Work request =
Filter the entries below, keeping only lines with the word "rule".

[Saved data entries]
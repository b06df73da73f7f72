import type { GroundFrame } from './ground-frame.ts';
import type { Ink, Mark, Spot, Stroke } from './marks.ts';
import type { PlanBackground } from './plan-material.ts';

/** What streets and railways are drawn as wide as, in m: files say nothing of widths. The least in mm. */
const [STREET, RAIL, LEAST] = [6, 2.5, 0.4];
const EDGE = 0.24;

const AREAS: Readonly<Record<PlanBackground['layer'], { readonly fill: Ink; readonly edge: Ink }>> =
  {
    water: { fill: 'water', edge: 'waterEdge' },
    parks: { fill: 'park', edge: 'hairline' },
    streets: { fill: 'street', edge: 'streetEdge' },
    rail: { fill: 'street', edge: 'rule' },
  };

function onPaper({ place }: GroundFrame, { lines }: PlanBackground): Spot[][] {
  return lines.map((line) => line.map(place));
}

function areaMark(frame: GroundFrame, one: PlanBackground): Mark {
  const { fill, edge } = AREAS[one.layer];
  const stroke = { ink: edge, width: 0.13 };
  return { kind: 'shape', rings: onPaper(frame, one), isClosed: true, fill, stroke };
}

function wayMark(frame: GroundFrame, one: PlanBackground, stroke: Stroke): Mark {
  return { kind: 'shape', rings: onPaper(frame, one), isClosed: false, stroke };
}

/**
 * What lies under the buildings: water and parks, streets with their edges, railways.
 *
 * Units: mm. Valid: any background. Source: [own].
 */
export function backgroundMarks(frame: GroundFrame, background: readonly PlanBackground[]): Mark[] {
  const wide = (metres: number) => Math.max(LEAST, (metres * 1000) / frame.denominator);
  const of = (layer: PlanBackground['layer'], isArea: boolean) =>
    background.filter((one) => one.layer === layer && one.isArea === isArea);
  const [streets, rails] = [of('streets', false), of('rail', false)];
  const areas = (['water', 'parks', 'streets', 'rail'] as const).flatMap((layer) =>
    of(layer, true),
  );
  return [
    ...areas.map((one) => areaMark(frame, one)),
    ...of('water', false).map((one) => wayMark(frame, one, { ink: 'waterEdge', width: 0.4 })),
    ...streets.map((one) => wayMark(frame, one, { ink: 'streetEdge', width: wide(STREET) + EDGE })),
    ...streets.map((one) => wayMark(frame, one, { ink: 'street', width: wide(STREET) })),
    ...rails.map((one) => wayMark(frame, one, { ink: 'rule', width: wide(RAIL) })),
    ...rails.map((one) =>
      wayMark(frame, one, { ink: 'paper', width: wide(RAIL) * 0.6, dash: [2, 2] }),
    ),
  ];
}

Output of the task =
    rail: { fill: 'street', edge: 'rule' },
    ...rails.map((one) => wayMark(frame, one, { ink: 'rule', width: wide(RAIL) })),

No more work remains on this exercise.